Required work:
Below are the entries. Set down exactly the line containing "t0_us: throughOrigin" and each line after it.

Input:
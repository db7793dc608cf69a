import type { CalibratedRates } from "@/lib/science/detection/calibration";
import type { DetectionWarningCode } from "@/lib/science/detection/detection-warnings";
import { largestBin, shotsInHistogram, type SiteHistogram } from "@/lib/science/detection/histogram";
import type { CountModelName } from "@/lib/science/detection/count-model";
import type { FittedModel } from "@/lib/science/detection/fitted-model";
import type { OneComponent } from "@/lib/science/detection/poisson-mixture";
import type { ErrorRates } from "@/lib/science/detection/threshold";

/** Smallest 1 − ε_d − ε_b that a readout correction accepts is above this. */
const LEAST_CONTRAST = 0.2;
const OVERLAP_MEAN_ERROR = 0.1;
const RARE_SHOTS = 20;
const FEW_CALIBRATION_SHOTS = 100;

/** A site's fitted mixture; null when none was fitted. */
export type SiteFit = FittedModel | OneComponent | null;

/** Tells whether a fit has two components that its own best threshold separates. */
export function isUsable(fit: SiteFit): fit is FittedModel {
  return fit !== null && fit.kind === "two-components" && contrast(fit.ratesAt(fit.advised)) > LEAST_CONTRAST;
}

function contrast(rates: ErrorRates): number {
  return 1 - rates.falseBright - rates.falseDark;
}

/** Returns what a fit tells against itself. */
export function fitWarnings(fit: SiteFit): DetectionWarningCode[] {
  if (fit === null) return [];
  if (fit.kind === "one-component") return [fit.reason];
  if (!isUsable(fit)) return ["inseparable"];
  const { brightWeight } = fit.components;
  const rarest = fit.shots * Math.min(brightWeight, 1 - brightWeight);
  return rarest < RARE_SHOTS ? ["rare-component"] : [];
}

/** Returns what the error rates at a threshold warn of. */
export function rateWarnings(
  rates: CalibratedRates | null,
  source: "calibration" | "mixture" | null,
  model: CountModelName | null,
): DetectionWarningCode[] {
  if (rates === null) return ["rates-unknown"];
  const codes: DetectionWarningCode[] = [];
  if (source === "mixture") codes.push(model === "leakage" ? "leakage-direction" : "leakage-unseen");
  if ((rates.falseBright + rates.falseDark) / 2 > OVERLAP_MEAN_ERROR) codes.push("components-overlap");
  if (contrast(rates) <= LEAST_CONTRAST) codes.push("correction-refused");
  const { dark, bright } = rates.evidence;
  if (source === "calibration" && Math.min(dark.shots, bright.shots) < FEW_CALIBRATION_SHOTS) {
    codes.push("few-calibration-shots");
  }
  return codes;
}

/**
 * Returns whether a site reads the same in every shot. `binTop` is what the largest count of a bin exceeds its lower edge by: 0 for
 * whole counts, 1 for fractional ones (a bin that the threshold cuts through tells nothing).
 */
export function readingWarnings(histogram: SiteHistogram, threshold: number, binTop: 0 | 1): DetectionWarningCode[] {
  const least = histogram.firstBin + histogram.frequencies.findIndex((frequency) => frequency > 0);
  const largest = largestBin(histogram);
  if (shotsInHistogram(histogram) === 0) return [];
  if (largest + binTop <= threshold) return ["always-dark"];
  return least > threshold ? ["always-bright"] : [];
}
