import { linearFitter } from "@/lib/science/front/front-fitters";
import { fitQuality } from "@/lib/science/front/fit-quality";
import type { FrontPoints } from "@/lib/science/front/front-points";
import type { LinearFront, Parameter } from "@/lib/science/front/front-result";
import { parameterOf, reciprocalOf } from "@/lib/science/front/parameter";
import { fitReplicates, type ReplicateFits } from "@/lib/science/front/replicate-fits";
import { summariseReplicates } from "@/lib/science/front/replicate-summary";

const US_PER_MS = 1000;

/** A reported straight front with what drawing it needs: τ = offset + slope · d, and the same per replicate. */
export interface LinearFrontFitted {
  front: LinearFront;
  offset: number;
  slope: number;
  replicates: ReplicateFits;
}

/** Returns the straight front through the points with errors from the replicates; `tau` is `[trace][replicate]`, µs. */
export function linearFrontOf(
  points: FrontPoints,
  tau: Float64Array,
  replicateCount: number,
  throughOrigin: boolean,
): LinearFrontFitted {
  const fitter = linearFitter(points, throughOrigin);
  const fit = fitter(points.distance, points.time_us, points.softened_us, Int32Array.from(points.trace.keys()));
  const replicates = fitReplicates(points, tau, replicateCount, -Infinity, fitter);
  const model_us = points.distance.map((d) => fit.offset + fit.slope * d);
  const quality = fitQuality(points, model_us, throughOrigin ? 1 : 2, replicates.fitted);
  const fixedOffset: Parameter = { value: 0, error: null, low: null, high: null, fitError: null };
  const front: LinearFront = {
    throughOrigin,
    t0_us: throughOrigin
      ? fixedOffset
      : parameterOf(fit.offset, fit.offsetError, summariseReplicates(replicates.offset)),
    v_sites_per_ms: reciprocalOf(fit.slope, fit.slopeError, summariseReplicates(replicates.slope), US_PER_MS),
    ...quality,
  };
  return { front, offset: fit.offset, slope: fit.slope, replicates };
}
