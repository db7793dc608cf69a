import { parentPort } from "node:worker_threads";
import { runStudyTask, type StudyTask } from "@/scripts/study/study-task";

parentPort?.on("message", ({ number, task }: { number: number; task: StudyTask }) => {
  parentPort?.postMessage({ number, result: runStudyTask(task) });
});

Output of the task:
    t0_us: throughOrigin
      ? fixedOffset
      : parameterOf(fit.offset, fit.offsetError, summariseReplicates(replicates.offset)),
    v_sites_per_ms: reciprocalOf(fit.slope, fit.slopeError, summariseReplicates(replicates.slope), US_PER_MS),
    ...quality,
  };
  return { front, offset: fit.offset, slope: fit.slope, replicates };
}
repository db7793dc608cf69a
import { parentPort } from "node:worker_threads";
import { runStudyTask, type StudyTask } from "@/scripts/study/study-task";

parentPort?.on("message", ({ number, task }: { number: number; task: StudyTask }) => {
  parentPort?.postMessage({ number, result: runStudyTask(task) });
});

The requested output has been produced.